Hace pocos días, por un canal de comunicación que me reservo por obvias razones, le envié un mensaje al expresidente. Palabras más, palabras menos, le decía que al no conocer yo el odio, así fuéramos enemigos en términos políticos, lo amaba en Cristo. El Divino Maestro nos invitó a bendecir a los que nos maldicen, a querer a los que nos odian y a desearle el bien a quienes nos persiguen. Porque sí, hay que admitirlo con una mezcla de tristeza y valor: Uribe destruyó gran parte de mi vida, pero ese es un tema aparte. En todo caso yo no miro hacia atrás ni me quedo en el pasado ni me pongo en el papel de víctima. Un guerrero de la luz se caracteriza por su carácter y fortaleza. Mi vida es nueva y luminosa.

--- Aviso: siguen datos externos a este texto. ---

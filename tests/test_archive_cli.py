"""The archive commands of the command line, through engine.cli.main."""

from __future__ import annotations

import json

import h5py
import numpy as np
import pytest
from _archive_helpers import recording

from engine.cli import main
from engine.io import read_recording, write_wav
from engine.recording import Channel, Recording
from engine.units import STANDARD_GRAVITY

pytestmark = pytest.mark.filterwarnings("ignore::engine.errors.EngineWarning")
POINT = "Demo Works/P-101/motor DE H"


def run_json(capsys, argv):
    code = main(argv + ["--json"])
    out = capsys.readouterr().out
    return code, json.loads(out)


@pytest.fixture
def archive(tmp_path, capsys):
    """An archive with one machine and one point, made through the command line."""
    a = str(tmp_path / "demo-works.shaftwatch")
    assert main(["new", a, "--plant", "Demo Works"]) == 0
    assert main(["add-site", a, "Demo Works"]) == 0
    capsys.readouterr()
    code, d = run_json(capsys, ["add-machine", a, "--site", "Demo Works", "--tag", "P-101",
                                "--name", "Raw-water pump 1", "--rpm", "1480",
                                "--power-kw", "75", "--iso-group", "2",
                                "--foundation", "rigid", "--ratio", "motor=1",
                                "--ratio", "pump=1"])
    assert code == 0 and d["ratios"] == {"motor": 1.0, "pump": 1.0} and d["iso_group"] == 2
    code, d = run_json(capsys, ["add-point", a, POINT, "--location", "motor DE",
                                "--direction", "H", "--fmax", "500", "--lines", "800",
                                "--window", "flat-top", "--pattern", "P-101_motorDEH_*.wav"])
    assert code == 0 and d["fmax_hz"] == 500.0 and d["mapping_patterns"] == [
        "P-101_motorDEH_*.wav"]
    capsys.readouterr()
    return a


def _sine_wav(path, amplitude_g=1.0, f_hz=100.0):
    t = np.arange(51200) / 25600.0
    x = amplitude_g * np.sin(2 * np.pi * f_hz * t)
    return write_wav(path, Recording(25600.0, [Channel(x, "g")]), bits=64)


def test_new_refuses_an_existing_archive(archive, capsys):
    assert main(["new", archive]) == 2
    assert "already exists" in capsys.readouterr().err


def test_import_tree_runs_show_export_check_rebuild(archive, tmp_path, capsys):
    survey = tmp_path / "survey"
    survey.mkdir()
    _sine_wav(survey / "P-101_motorDEH_2026-08-03.wav")
    write_wav(survey / "P-101_motorDEH_2026-08-10.wav", recording(5, n=51200, fs_hz=25600.0))
    (survey / "P-101_motorDEH_bad.wav").write_bytes(b"RIFF\x04\x00\x00\x00WAVE")
    code, d = run_json(capsys, ["import", archive, str(survey), "--taken",
                                "2026-08-03T08:00:00Z", "--rpm", "1480"])
    assert code == 0
    assert len(d["imported"]) == 2 and d["duplicates"] == []
    assert d["skipped"][0]["file"].endswith("P-101_motorDEH_bad.wav")
    run_ids = [i["run_id"] for i in d["imported"]]

    code, d = run_json(capsys, ["import", archive, str(survey / "P-101_motorDEH_2026-08-03.wav")])
    assert code == 0 and d["imported"] == [] and d["duplicates"][0]["run_id"] == run_ids[0]
    code, d = run_json(capsys, ["import", archive, str(survey / "P-101_motorDEH_bad.wav")])
    assert code == 2 and d["imported"] == [] and len(d["skipped"]) == 1

    code, d = run_json(capsys, ["tree", archive])
    point = d["sites"][0]["machines"][0]["points"][0]
    assert code == 0 and point["path"] == POINT and point["runs"] == 2
    # 1 g peak at 100 Hz: g_n/(2π·100)/√2 = 11.04 mm/s RMS (CGPM standard gravity).
    velocities = sorted(r["velocity_rms_mm_s"] for r in run_json(
        capsys, ["runs", archive, "--point", POINT])[1]["runs"])
    assert velocities[-1] == pytest.approx(STANDARD_GRAVITY / (2 * np.pi * 100) / 2**0.5 * 1e3,
                                           rel=1e-6)
    assert point["latest"]["taken"] == "2026-08-03T08:00:00.000000Z"

    assert main(["tree", archive]) == 0
    text = capsys.readouterr().out
    assert "P-101" in text and "motor DE H" in text and "2026-08-03 08:00" in text

    code, d = run_json(capsys, ["runs", archive, "--since", "2026-08-04"])
    assert code == 0 and d["runs"] == []
    assert main(["runs", archive]) == 0
    assert run_ids[0] in capsys.readouterr().out

    code, d = run_json(capsys, ["show", archive, run_ids[0][:8]])
    assert code == 0 and d["run_id"] == run_ids[0] and d["rpm"] == 1480.0
    assert d["source"] == "P-101_motorDEH_2026-08-03.wav" and d["sample_rate_hz"] == 25600.0
    assert main(["show", archive, run_ids[0]]) == 0
    assert "velocity RMS 10–1000 Hz" in capsys.readouterr().out

    out = tmp_path / "run.csv"
    code, d = run_json(capsys, ["export", archive, run_ids[0], "-o", str(out)])
    assert code == 0 and json.loads(out.with_suffix(".json").read_text())["run_id"] == run_ids[0]
    back = read_recording(out)
    assert back.fs_hz == 25600.0 and back.n_samples == 51200

    code, d = run_json(capsys, ["check", archive])
    assert code == 0 and d == {"runs": 2, "problems": []}
    code, d = run_json(capsys, ["rebuild", archive])
    assert code == 0 and d["rows"] == 2
    assert main(["check", archive]) == 0
    assert "2 run(s), no problems" in capsys.readouterr().out


def test_check_exits_1_on_a_damaged_run(archive, tmp_path, capsys):
    _sine_wav(tmp_path / "x.wav")
    assert main(["import", archive, str(tmp_path / "x.wav"), "--point", POINT]) == 0
    capsys.readouterr()
    runs = list((tmp_path / "demo-works.shaftwatch" / "runs").glob("*/*.h5"))
    with h5py.File(runs[0], "r+") as f:
        f["channels/0/samples"][0] = 42.0
    assert main(["check", archive]) == 1
    assert "do not match their sha256" in capsys.readouterr().out


def test_dry_run_and_remember(archive, tmp_path, capsys):
    _sine_wav(tmp_path / "M1_2026-08-03.wav")
    code, d = run_json(capsys, ["import", archive, str(tmp_path), "--dry-run"])
    assert code == 2 and d["to_import"] == 0  # no pattern matches "M1_..."
    code, d = run_json(capsys, ["import", archive, str(tmp_path / "M1_2026-08-03.wav"),
                                "--point", POINT, "--remember", "--dry-run"])
    assert code == 0 and d["files"][0]["point"] == POINT
    assert run_json(capsys, ["runs", archive])[1]["runs"] == []  # nothing written
    code, d = run_json(capsys, ["import", archive, str(tmp_path / "M1_2026-08-03.wav"),
                                "--point", POINT, "--remember"])
    assert d["remembered"] == {POINT: ["M*_*-*-*.wav"]}


def test_spectrum_and_levels_of_an_archive_run(archive, tmp_path, capsys):
    _sine_wav(tmp_path / "s.wav", amplitude_g=2.0, f_hz=120.0)
    code, d = run_json(capsys, ["import", archive, str(tmp_path / "s.wav"), "--point", POINT])
    rid = d["imported"][0]["run_id"]
    code, d = run_json(capsys, ["spectrum", "--archive", archive, "--run", rid, "--peaks", "1"])
    assert code == 0
    # The point's settings are the defaults: Fmax 500 Hz, 800 lines, flat-top window.
    assert d["fmax_hz"] == 500.0 and d["lines"] == 800 and d["window"] == "flat-top"
    # Flat-top amplitude of a 2 g peak sine is 2/√2 g RMS (Heinzel et al. 2002: HFT95
    # has under 0.01 dB of scalloping).
    assert d["peaks"][0]["frequency_hz"] == pytest.approx(120.0, abs=0.1)
    assert d["peaks"][0]["amplitude"] == pytest.approx(2 / np.sqrt(2), rel=2e-3)
    code, d = run_json(capsys, ["spectrum", "--archive", archive, "--run", rid, "--lines",
                                "1600", "--fmax", "1000"])
    assert d["lines"] == 1600 and d["fmax_hz"] == 1000.0  # given options win
    code, d = run_json(capsys, ["levels", "--archive", archive, "--run", rid])
    assert code == 0
    assert d["velocity_rms_mm_s"] == pytest.approx(
        2 * STANDARD_GRAVITY / (2 * np.pi * 120) / 2**0.5 * 1e3, rel=1e-6)
    assert main(["spectrum", "--archive", archive]) == 2
    assert "--run" in capsys.readouterr().err
    assert main(["spectrum", str(tmp_path / "s.wav"), "--archive", archive, "--run", rid]) == 2
    assert "not both" in capsys.readouterr().err
    assert main(["levels", "--archive", archive, "--run", rid, "--sensitivity", "100"]) == 2
    assert "apply to reading a file" in capsys.readouterr().err


def test_errors_name_the_problem(archive, capsys):
    assert main(["add-point", archive, "Demo Works/P-101"]) == 2
    assert "SITE/MACHINE/POINT" in capsys.readouterr().err
    assert main(["add-machine", archive, "--site", "Nowhere", "--tag", "X"]) == 2
    assert "no site 'Nowhere'" in capsys.readouterr().err
    assert main(["add-machine", archive, "--site", "Demo Works", "--tag", "X",
                 "--ratio", "fan"]) == 2
    assert "SHAFT=RATIO" in capsys.readouterr().err
    assert main(["show", archive, "0000000000"]) == 2
    assert "no run" in capsys.readouterr().err
    assert main(["tree", "/nonexistent/archive"]) == 2
    assert "no Shaftwatch archive" in capsys.readouterr().err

En este contexto mi palabra es una espada afilada. La espada de la verdad. Pero la gran diferencia entre este servidor y otros personajes de la vida pública es la metodología: no hay necesidad de igualarse con la oscuridad, sino llevar siempre luz y amor. A mi modo de ver, ese es el mejor camino para que termine el ciclo repetitivo de la violencia. El perdón es la venganza de los buenos, he dicho una y mil veces. Sin embargo, esto no implica bajar la guardia ni desistir en la determinación, que en mi caso consiste en acudir con pruebas al máximo tribunal de la humanidad. Ya vimos que en Colombia por una simple caricia de la Corte Suprema de Justicia se armó un zafarrancho innombrable. A propósito, nuestro país anda por estos días en medio de una expectativa nerviosa y al amparo de una perplejidad psicótica. Parece una ridícula transición desde la patria boba hacia la patria loca: sumen o sustituyan, de todas formas el panorama es preocupante y desalentador. Es hora de reflexionar hacia qué posible abismo nos dirigimos. Aún, creo, es posible evitar la hecatombe o el colapso total.
Mi determinación desde lo legal a nivel internacional solo tiene una salvedad: que el señor Uribe contribuya con la verdad y por ende contribuya con la paz del país. Para ser sincero parece un escenario imposible, pero a mí me encanta lo difícil y para Dios no hay nada imposible.
Señor Uribe, desde la distante soledad de mi exilio lo invito a considerar un escenario del cual ya hablan algunas voces autorizadas: un pacto o acuerdo nacional que detenga la actual violencia generalizada; es decir, la real y la virtual: la de los campos de batalla y la del lenguaje soez y agresivo en redes sociales. Ambas violencias son un efectivo combustible y se retroalimentan mutuamente. Va a llegar en forma inminente un punto de quiebre, pues históricamente así se comportan las coyunturas políticas exacerbadas por los odios. La idea es no contribuir a aumentar las llamas, sino dar pautas para apagar el incendio.